Action item: Filter the records below and copy every line containing the word "parkMiller".

Records for this exercise:
______
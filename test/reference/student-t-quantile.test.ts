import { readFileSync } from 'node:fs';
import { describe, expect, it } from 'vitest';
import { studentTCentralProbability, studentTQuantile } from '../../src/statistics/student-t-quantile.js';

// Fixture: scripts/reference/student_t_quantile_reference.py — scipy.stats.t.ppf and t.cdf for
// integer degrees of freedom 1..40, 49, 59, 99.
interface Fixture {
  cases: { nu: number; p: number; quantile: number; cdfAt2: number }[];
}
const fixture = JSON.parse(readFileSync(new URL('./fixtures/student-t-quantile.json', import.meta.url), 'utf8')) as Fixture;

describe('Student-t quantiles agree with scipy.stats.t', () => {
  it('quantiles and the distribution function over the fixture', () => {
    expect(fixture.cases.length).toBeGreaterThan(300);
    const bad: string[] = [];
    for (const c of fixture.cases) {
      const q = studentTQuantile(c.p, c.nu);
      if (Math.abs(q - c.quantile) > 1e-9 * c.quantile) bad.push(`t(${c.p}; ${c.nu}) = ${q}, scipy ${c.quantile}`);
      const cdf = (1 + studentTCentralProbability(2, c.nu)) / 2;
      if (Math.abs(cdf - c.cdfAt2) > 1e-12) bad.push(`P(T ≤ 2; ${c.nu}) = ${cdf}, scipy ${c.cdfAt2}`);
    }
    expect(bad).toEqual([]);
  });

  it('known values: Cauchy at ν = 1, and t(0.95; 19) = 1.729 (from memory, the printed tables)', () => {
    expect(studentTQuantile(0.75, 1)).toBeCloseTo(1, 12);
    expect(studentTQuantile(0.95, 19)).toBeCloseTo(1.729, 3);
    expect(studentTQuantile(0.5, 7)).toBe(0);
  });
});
______
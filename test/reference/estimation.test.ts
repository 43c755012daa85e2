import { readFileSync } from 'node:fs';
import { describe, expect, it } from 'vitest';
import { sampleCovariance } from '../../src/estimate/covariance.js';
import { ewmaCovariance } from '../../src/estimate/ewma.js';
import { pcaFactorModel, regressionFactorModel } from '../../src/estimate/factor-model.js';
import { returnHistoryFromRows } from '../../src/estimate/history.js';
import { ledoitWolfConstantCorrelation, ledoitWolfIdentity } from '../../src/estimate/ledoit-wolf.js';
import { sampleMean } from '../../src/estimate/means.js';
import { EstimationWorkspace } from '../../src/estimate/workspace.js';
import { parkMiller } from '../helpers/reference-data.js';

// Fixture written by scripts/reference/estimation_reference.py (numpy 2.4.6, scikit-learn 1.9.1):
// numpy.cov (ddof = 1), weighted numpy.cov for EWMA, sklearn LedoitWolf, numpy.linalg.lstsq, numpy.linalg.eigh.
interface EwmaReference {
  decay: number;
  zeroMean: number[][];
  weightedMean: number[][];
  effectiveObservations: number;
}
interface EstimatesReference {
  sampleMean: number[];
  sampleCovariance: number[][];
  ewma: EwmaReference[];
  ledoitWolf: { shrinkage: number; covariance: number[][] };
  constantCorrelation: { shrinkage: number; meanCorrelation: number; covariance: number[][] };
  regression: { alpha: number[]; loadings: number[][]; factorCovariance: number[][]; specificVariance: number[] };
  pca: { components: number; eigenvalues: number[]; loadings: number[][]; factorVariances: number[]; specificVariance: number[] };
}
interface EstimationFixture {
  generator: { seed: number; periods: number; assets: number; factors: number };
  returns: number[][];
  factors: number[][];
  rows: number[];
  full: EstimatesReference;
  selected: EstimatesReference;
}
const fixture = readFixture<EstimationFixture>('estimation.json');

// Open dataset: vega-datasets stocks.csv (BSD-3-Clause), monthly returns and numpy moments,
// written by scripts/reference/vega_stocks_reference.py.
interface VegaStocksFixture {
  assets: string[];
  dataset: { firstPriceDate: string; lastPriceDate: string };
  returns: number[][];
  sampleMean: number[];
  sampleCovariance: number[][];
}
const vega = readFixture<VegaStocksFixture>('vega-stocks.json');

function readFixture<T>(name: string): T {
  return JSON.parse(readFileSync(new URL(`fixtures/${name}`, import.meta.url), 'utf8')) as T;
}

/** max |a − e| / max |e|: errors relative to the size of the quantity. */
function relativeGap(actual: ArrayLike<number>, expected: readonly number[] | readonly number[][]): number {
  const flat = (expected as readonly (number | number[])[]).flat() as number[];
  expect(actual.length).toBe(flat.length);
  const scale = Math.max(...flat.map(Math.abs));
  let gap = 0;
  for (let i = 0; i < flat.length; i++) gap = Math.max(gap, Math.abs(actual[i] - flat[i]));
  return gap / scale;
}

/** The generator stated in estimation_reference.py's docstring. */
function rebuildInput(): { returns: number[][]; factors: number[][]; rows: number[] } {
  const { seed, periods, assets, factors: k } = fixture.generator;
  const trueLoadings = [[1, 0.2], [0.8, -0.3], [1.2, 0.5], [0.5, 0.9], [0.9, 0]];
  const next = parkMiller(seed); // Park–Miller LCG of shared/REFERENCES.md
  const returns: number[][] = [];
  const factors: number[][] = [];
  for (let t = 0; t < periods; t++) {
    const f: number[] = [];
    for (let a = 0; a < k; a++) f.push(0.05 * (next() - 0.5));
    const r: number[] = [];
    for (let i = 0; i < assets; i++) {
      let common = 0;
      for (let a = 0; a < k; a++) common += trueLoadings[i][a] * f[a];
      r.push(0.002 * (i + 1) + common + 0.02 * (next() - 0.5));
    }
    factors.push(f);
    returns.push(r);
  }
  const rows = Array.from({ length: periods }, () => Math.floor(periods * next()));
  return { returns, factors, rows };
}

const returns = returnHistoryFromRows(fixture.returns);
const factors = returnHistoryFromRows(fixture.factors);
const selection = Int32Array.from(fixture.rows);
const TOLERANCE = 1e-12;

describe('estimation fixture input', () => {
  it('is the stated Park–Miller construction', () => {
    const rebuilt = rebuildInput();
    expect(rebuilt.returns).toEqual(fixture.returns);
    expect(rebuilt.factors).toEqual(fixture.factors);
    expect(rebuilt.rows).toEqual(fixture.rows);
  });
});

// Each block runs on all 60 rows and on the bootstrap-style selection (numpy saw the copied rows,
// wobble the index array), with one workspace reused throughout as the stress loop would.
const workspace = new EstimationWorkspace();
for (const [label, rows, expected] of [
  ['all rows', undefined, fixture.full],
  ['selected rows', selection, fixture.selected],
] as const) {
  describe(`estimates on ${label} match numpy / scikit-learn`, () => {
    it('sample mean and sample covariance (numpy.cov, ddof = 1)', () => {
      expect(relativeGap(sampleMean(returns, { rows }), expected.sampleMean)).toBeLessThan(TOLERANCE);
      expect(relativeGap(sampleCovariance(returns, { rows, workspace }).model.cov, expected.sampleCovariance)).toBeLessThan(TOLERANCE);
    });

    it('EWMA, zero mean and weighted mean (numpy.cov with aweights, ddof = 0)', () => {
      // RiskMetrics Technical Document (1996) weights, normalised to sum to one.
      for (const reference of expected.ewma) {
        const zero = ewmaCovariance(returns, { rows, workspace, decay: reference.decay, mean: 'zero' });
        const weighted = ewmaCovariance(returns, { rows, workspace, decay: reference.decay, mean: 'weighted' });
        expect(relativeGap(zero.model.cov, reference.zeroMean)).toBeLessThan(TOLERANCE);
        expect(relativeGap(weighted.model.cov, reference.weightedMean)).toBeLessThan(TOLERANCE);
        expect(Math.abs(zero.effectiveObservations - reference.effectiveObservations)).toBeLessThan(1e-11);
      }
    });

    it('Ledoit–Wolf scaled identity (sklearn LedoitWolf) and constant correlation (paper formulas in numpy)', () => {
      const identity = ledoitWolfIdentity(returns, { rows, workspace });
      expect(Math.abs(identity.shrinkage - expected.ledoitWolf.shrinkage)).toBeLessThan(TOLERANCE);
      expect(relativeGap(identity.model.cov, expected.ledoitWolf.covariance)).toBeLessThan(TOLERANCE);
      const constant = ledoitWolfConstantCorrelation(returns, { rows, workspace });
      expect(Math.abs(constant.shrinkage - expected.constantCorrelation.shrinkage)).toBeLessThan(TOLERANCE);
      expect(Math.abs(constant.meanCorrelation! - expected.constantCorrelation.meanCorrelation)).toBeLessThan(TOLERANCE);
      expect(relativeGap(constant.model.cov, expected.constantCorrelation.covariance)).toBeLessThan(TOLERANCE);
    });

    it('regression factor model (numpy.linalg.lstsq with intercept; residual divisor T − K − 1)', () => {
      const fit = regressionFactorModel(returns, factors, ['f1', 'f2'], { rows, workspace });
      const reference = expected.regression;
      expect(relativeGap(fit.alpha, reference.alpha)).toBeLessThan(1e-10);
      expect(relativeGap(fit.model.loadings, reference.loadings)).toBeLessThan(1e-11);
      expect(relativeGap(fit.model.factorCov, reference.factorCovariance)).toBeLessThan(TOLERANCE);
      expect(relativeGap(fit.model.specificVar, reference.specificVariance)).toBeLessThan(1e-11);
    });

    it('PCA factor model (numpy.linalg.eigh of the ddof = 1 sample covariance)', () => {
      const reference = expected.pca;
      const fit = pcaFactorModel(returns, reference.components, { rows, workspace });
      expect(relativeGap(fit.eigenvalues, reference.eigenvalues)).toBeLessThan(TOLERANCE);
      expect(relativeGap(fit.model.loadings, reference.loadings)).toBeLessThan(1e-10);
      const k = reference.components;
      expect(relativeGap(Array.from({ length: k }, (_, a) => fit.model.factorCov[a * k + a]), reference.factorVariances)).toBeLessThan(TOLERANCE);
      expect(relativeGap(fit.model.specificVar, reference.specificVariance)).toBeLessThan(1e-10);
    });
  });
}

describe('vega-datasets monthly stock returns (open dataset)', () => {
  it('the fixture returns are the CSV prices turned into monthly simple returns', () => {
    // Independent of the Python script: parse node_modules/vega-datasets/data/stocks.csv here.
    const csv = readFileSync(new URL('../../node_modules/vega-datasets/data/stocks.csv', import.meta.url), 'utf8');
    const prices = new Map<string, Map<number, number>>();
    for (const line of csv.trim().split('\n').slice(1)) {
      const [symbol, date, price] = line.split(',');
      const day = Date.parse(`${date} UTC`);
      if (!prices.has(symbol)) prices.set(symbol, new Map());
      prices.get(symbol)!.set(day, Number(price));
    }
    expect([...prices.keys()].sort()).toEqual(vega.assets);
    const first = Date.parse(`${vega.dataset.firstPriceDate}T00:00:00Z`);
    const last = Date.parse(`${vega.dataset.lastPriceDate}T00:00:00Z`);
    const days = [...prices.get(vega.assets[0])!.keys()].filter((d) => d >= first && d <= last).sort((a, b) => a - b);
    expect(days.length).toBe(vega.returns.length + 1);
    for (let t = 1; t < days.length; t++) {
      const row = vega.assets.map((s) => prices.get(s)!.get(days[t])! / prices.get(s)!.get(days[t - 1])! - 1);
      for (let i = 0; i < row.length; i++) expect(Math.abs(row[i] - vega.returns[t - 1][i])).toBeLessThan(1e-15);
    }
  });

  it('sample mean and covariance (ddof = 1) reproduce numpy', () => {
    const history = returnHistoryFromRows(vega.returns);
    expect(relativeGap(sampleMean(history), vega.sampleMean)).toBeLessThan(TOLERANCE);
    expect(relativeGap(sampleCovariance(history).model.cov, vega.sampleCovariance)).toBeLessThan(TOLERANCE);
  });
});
______
Task solution:
import { parkMiller } from '../helpers/reference-data.js';
  const next = parkMiller(seed); // Park–Miller LCG of shared/REFERENCES.md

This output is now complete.